Stored data entries:

______

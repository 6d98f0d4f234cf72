package org.annulet.cases.compare;

import java.util.List;
import java.util.Locale;
import org.annulet.cases.read.ModeTable;
import org.annulet.post.chart.Svg;

/** Both sides in the plane of frequency and growth rate. */
final class ComparisonChart {
  private static final double WIDE = 760;
  private static final double HIGH = 300;
  private static final double EDGE = 56;

  private ComparisonChart() {}

  static String svg(List<Line> lines) {
    double[] box = {1e300, -1e300, 0, 0};
    for (Line l : lines) {
      l.match().ours().ifPresent(o -> widen(box, o.frequency(), o.growthRate()));
      l.match().theirs().ifPresent(t -> widen(box, t.frequency(), growth(l, t)));
    }
    if (box[0] > box[1]) {
      box[0] = 0;
      box[1] = 1;
    }
    double df = 0.05 * Math.max(1, box[1] - box[0]);
    double dg = 0.08 * Math.max(1, box[3] - box[2]);
    box[0] -= df;
    box[1] += df;
    box[2] -= dg;
    box[3] += dg;
    StringBuilder b = new StringBuilder();
    b.append(
        String.format(
            Locale.ROOT,
            "<svg xmlns=\"http://www.w3.org/2000/svg\" viewBox=\"0 0 %.0f %.0f\" role=\"img\""
                + " aria-label=\"Growth rate over frequency of both sides\" font-size=\"12\" font-family=\"system-ui,sans-serif\""
                + " fill=\"currentColor\">",
            WIDE,
            HIGH));
    double fs = Svg.step(box[1] - box[0], 8);
    for (double f = Math.ceil(box[0] / fs) * fs; f <= box[1]; f += fs) {
      b.append(rule(x(box, f), 18, x(box, f), HIGH - 42));
      b.append(text(x(box, f), HIGH - 24, "middle", Svg.tick(f, fs)));
    }
    double gs = Svg.step(box[3] - box[2], 6);
    for (double g = Math.ceil(box[2] / gs) * gs; g <= box[3]; g += gs) {
      b.append(rule(EDGE, y(box, g), WIDE - 10, y(box, g)));
      b.append(text(EDGE - 6, y(box, g) + 4, "end", Svg.tick(g, gs)));
    }
    b.append(stroke(EDGE, y(box, 0), WIDE - 10, y(box, 0), "1"));
    b.append(text(WIDE / 2, HIGH - 4, "middle", "frequency in Hz"));
    b.append(text(EDGE - 40, 12, "start", "growth rate in 1/s"));
    for (Line l : lines) {
      l.match()
          .theirs()
          .ifPresent(
              t -> {
                double tx = x(box, t.frequency());
                double ty = y(box, growth(l, t));
                l.match()
                    .ours()
                    .ifPresent(
                        o ->
                            b.append(
                                stroke(
                                    tx, ty, x(box, o.frequency()), y(box, o.growthRate()), "1")));
                b.append(
                    circle(tx, ty, "fill=\"none\" stroke=\"currentColor\" stroke-width=\"1.5\""));
              });
      l.match()
          .ours()
          .ifPresent(o -> b.append(circle(x(box, o.frequency()), y(box, o.growthRate()), "")));
    }
    return b.append("</svg>").toString();
  }

  /** Their growth rate; ours, or zero, where it is not known. */
  private static double growth(Line l, ModeTable.Row t) {
    return t.hasGrowth() ? t.growthRate() : l.match().ours().map(OurMode::growthRate).orElse(0.0);
  }

  private static void widen(double[] box, double f, double g) {
    box[0] = Math.min(box[0], f);
    box[1] = Math.max(box[1], f);
    box[2] = Math.min(box[2], g);
    box[3] = Math.max(box[3], g);
  }

  private static double x(double[] box, double f) {
    return EDGE + (WIDE - EDGE - 10) * (f - box[0]) / (box[1] - box[0]);
  }

  private static double y(double[] box, double g) {
    return 18 + (HIGH - 60) * (box[3] - g) / (box[3] - box[2]);
  }

  private static String circle(double x, double y, String style) {
    return String.format(
        Locale.ROOT,
        "<circle cx=\"%.1f\" cy=\"%.1f\" r=\"%s\" %s/>",
        x,
        y,
        style.isEmpty() ? "3" : "6",
        style);
  }

  private static String rule(double x1, double y1, double x2, double y2) {
    return String.format(
        Locale.ROOT,
        "<line x1=\"%.1f\" y1=\"%.1f\" x2=\"%.1f\" y2=\"%.1f\" stroke=\"var(--rule,#ddd)\"/>",
        x1,
        y1,
        x2,
        y2);
  }

  private static String stroke(double x1, double y1, double x2, double y2, String width) {
    return String.format(
        Locale.ROOT,
        "<line x1=\"%.1f\" y1=\"%.1f\" x2=\"%.1f\" y2=\"%.1f\" stroke=\"currentColor\""
            + " stroke-width=\"%s\"/>",
        x1,
        y1,
        x2,
        y2,
        width);
  }

  private static String text(double x, double y, String anchor, String words) {
    return String.format(
        Locale.ROOT,
        "<text x=\"%.1f\" y=\"%.1f\" text-anchor=\"%s\">%s</text>",
        x,
        y,
        anchor,
        words);
  }
}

______

## HOW TO COMPLETE THIS TASK
In these entries, some lines may contain the string "ifPresent". Give the number of such lines and nothing more.

## RESPONSE AREA
5